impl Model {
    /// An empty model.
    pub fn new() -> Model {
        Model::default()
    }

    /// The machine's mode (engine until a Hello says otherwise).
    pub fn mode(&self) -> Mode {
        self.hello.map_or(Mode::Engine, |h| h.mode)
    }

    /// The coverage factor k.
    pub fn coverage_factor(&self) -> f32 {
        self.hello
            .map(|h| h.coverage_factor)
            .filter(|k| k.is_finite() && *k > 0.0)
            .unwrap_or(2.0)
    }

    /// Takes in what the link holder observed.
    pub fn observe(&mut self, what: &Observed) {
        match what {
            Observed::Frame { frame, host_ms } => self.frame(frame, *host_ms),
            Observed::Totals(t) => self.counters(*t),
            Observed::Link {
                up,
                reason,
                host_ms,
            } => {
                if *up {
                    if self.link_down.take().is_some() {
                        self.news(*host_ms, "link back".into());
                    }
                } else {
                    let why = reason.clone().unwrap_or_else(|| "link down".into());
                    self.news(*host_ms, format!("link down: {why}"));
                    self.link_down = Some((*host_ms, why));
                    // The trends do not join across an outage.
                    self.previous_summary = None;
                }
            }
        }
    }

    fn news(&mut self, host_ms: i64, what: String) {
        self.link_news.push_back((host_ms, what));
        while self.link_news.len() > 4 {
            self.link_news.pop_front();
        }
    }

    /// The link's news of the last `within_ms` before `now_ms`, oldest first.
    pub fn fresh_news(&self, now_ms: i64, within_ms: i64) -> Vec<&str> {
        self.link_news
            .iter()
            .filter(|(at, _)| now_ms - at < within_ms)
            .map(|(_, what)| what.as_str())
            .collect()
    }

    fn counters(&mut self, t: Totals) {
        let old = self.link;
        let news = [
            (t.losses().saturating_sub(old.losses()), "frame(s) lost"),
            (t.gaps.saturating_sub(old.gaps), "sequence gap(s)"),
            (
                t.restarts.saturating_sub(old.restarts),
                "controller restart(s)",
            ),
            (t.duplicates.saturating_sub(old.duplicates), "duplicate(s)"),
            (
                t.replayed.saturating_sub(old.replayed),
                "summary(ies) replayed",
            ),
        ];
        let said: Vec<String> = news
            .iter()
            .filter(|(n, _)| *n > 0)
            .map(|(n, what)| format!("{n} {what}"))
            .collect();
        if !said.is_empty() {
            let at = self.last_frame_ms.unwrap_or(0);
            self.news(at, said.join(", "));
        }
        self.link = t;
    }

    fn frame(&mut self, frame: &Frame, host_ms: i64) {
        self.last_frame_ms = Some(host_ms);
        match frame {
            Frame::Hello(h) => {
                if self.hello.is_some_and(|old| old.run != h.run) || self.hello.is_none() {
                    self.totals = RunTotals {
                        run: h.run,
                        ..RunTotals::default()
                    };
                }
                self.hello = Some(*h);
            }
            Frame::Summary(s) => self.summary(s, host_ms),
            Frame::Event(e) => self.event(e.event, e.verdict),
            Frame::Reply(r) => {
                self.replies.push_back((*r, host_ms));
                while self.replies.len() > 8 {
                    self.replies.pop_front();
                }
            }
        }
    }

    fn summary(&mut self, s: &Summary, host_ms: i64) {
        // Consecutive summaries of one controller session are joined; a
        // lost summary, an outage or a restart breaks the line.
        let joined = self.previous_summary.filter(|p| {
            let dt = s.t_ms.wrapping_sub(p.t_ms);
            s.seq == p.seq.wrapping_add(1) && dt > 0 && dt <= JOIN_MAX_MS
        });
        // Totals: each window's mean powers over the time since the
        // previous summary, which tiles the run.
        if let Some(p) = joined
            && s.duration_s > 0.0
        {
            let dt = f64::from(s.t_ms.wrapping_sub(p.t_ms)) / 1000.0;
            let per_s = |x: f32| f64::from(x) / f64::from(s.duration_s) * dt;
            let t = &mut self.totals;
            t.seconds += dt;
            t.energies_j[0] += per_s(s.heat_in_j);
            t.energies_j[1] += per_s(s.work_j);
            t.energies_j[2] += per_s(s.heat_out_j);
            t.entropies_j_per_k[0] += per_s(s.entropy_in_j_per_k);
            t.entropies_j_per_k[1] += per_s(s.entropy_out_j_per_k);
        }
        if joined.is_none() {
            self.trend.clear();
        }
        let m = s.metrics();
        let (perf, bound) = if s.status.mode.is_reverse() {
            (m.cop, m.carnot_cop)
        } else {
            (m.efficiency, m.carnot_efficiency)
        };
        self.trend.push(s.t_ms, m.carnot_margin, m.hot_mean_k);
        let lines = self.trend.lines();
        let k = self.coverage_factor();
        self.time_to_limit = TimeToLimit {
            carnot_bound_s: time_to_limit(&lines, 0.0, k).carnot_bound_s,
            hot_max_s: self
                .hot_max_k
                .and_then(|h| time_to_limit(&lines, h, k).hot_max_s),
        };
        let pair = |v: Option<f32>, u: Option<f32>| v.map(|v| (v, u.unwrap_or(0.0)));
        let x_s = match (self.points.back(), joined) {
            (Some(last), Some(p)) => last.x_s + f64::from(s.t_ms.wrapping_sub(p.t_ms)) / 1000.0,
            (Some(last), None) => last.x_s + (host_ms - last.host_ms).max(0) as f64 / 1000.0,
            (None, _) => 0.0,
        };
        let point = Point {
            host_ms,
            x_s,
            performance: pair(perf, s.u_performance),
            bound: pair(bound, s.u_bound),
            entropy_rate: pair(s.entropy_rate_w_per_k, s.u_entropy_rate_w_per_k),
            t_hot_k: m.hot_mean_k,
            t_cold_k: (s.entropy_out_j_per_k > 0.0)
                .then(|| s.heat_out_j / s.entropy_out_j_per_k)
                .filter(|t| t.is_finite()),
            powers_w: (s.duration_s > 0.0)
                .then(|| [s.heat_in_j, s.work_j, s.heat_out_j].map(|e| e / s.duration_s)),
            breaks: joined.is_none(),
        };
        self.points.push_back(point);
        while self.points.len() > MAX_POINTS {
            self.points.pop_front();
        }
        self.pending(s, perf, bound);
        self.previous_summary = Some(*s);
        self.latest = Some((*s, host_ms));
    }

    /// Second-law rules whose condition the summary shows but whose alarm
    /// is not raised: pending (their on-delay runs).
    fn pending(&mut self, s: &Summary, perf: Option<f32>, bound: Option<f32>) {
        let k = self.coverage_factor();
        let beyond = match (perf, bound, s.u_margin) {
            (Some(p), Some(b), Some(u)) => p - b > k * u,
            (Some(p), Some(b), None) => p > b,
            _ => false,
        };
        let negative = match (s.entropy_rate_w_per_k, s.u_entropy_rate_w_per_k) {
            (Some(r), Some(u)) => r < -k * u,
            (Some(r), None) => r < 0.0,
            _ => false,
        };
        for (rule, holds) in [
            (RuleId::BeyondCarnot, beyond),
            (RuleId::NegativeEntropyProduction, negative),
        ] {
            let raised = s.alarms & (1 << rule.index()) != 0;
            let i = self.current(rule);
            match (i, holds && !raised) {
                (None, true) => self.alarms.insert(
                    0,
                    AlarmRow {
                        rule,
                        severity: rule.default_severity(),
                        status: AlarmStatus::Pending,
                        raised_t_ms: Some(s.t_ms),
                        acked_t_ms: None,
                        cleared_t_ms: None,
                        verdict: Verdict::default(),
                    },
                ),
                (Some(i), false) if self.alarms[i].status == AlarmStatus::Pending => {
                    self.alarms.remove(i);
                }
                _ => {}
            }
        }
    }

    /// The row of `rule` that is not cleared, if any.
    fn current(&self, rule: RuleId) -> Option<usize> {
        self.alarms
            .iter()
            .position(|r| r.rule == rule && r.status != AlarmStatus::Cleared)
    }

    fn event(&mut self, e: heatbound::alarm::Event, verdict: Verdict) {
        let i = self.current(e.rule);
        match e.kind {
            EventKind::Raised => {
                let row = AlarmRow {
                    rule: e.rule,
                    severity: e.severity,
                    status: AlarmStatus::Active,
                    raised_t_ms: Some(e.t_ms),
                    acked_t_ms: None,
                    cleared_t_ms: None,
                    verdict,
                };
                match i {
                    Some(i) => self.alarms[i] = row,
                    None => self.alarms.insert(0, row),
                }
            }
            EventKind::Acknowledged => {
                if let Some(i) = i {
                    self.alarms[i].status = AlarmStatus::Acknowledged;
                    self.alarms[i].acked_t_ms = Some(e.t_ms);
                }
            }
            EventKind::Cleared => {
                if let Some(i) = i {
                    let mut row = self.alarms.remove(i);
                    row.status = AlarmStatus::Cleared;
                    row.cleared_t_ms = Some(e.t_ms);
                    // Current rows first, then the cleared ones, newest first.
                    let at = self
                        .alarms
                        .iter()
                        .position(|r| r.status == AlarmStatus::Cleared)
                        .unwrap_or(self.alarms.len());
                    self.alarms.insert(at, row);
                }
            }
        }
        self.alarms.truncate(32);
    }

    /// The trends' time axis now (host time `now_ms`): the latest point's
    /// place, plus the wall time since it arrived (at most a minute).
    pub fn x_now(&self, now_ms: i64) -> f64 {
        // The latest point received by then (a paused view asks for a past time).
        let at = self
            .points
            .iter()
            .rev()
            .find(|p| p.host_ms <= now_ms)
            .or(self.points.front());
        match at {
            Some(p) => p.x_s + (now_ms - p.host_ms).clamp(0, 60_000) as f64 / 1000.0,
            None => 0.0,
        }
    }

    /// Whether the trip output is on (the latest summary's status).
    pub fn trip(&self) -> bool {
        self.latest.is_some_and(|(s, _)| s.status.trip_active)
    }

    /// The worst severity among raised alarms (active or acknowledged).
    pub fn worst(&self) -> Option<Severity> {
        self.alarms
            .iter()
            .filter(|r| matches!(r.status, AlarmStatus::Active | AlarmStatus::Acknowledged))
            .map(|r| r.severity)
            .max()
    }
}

§ §

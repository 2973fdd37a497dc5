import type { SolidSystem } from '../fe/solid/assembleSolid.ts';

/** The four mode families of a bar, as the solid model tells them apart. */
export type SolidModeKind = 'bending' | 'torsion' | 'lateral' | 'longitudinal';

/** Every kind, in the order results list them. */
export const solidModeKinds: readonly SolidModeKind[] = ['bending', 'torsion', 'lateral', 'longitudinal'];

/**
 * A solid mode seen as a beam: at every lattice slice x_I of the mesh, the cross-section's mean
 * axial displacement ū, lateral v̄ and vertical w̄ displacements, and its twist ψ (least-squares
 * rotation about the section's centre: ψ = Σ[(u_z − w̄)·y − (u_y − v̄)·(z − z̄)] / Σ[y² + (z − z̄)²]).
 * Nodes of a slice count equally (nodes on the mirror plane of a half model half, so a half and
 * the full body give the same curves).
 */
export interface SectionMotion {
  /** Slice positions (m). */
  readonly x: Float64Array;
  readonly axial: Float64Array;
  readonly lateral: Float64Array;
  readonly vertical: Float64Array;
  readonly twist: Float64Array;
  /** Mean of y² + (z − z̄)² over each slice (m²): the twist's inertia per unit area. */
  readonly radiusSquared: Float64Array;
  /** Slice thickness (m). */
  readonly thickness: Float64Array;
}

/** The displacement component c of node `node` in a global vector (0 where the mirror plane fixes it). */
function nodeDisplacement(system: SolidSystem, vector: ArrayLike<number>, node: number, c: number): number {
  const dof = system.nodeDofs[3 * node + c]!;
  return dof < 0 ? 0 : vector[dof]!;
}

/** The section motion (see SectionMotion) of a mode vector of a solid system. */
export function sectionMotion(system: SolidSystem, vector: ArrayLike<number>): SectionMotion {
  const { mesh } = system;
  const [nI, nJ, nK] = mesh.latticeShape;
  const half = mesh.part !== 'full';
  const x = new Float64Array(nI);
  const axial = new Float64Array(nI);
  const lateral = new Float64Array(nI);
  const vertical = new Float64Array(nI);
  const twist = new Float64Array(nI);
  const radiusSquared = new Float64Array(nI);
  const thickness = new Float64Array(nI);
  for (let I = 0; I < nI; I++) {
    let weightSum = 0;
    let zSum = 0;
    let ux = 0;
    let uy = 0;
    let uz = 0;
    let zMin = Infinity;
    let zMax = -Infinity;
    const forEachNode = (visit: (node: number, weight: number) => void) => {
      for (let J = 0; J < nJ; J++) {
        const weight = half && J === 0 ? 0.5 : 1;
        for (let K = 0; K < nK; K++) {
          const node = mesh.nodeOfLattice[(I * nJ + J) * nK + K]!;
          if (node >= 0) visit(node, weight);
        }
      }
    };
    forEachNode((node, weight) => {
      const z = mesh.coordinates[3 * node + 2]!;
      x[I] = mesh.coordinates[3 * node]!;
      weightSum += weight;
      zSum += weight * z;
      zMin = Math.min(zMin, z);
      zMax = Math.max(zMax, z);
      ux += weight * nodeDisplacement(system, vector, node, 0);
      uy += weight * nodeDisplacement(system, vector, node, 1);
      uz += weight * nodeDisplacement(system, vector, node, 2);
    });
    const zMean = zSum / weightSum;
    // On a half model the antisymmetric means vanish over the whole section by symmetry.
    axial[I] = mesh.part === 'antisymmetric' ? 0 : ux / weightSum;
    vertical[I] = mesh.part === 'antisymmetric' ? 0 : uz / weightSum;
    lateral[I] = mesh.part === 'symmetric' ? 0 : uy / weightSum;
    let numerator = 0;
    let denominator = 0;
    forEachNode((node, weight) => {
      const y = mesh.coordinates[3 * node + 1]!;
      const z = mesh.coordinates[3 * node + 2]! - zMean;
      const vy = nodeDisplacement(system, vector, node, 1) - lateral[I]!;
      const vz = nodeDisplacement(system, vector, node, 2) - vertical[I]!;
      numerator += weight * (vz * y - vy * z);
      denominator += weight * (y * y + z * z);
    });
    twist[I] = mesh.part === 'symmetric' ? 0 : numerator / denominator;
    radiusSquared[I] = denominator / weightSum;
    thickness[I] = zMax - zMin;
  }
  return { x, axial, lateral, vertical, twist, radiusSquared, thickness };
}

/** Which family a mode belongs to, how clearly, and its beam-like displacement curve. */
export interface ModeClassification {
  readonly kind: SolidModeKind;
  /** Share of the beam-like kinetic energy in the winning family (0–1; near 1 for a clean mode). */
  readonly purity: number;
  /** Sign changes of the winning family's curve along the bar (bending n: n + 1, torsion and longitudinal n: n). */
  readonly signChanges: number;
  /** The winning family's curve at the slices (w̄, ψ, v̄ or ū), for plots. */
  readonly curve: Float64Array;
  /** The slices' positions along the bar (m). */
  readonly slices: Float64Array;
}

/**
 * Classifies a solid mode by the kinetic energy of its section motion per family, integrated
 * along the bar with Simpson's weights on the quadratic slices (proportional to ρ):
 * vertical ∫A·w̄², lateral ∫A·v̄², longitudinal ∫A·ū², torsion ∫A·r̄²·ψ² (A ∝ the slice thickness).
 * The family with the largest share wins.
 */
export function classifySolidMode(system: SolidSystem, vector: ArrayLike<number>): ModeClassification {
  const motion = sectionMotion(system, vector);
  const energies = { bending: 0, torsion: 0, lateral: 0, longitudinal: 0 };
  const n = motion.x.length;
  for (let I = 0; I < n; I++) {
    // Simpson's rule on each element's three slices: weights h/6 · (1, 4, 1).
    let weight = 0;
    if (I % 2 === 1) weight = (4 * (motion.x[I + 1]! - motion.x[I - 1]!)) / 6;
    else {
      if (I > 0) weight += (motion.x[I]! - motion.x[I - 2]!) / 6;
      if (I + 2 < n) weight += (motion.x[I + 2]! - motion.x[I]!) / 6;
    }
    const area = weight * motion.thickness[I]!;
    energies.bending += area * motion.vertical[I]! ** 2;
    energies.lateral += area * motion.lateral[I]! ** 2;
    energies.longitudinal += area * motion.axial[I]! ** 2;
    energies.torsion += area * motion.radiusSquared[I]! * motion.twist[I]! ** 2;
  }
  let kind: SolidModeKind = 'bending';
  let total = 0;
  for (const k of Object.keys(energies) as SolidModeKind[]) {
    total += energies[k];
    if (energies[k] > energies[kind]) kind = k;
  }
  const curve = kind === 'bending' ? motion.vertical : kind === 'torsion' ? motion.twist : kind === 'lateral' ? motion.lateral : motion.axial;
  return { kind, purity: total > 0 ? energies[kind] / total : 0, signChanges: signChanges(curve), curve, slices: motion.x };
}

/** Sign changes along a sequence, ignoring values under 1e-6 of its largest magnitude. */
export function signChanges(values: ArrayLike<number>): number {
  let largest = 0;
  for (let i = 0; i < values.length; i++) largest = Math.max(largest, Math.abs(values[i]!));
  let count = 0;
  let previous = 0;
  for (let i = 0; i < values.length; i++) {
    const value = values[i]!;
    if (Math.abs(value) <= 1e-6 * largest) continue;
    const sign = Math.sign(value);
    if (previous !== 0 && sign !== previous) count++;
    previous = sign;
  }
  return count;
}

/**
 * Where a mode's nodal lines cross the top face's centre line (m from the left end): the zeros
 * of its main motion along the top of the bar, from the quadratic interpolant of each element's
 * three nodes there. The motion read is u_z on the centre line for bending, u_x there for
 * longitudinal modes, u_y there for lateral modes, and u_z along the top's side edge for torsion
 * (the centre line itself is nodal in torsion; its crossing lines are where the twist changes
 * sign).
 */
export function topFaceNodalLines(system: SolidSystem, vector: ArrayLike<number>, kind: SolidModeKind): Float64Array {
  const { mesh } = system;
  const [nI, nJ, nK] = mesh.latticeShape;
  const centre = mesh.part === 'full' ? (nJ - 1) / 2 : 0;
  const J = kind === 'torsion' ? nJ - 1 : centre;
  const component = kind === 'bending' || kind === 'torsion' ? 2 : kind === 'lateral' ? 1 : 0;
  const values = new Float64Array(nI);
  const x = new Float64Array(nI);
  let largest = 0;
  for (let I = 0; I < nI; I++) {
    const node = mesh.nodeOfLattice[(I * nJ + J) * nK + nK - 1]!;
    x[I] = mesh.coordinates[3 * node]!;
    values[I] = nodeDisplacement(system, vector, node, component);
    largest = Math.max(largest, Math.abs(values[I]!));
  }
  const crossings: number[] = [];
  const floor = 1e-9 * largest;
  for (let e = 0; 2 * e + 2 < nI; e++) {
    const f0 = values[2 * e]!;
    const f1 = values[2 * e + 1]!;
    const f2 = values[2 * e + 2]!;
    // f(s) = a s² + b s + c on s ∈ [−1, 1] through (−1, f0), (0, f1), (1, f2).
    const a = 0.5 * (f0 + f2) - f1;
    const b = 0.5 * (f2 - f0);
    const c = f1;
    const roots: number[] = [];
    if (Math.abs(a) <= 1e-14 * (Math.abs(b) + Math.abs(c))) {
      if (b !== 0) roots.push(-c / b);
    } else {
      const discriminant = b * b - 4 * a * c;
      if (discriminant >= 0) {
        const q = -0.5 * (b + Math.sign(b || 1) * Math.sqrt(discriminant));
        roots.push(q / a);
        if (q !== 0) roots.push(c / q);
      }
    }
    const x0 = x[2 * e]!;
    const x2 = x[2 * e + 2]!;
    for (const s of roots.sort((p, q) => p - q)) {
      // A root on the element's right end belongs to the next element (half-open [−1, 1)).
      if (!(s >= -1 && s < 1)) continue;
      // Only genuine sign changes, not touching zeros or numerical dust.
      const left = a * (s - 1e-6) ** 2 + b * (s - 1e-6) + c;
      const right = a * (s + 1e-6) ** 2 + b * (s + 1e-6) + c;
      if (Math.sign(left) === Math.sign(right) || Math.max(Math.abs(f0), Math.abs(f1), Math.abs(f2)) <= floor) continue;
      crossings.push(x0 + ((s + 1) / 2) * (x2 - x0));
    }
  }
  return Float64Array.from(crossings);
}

§ §

- _Directions for this task_: Above are the lines; repeat exactly the ones from the line containing "The link's news" down to the line containing "fn frame(&mut self, frame: &Frame, host_ms: i64)", both inclusive.

- _Finished task_:
    /// The link's news of the last `within_ms` before `now_ms`, oldest first.
    pub fn fresh_news(&self, now_ms: i64, within_ms: i64) -> Vec<&str> {
        self.link_news
            .iter()
            .filter(|(at, _)| now_ms - at < within_ms)
            .map(|(_, what)| what.as_str())
            .collect()
    }

    fn counters(&mut self, t: Totals) {
        let old = self.link;
        let news = [
            (t.losses().saturating_sub(old.losses()), "frame(s) lost"),
            (t.gaps.saturating_sub(old.gaps), "sequence gap(s)"),
            (
                t.restarts.saturating_sub(old.restarts),
                "controller restart(s)",
            ),
            (t.duplicates.saturating_sub(old.duplicates), "duplicate(s)"),
            (
                t.replayed.saturating_sub(old.replayed),
                "summary(ies) replayed",
            ),
        ];
        let said: Vec<String> = news
            .iter()
            .filter(|(n, _)| *n > 0)
            .map(|(n, what)| format!("{n} {what}"))
            .collect();
        if !said.is_empty() {
            let at = self.last_frame_ms.unwrap_or(0);
            self.news(at, said.join(", "));
        }
        self.link = t;
    }

    fn frame(&mut self, frame: &Frame, host_ms: i64) {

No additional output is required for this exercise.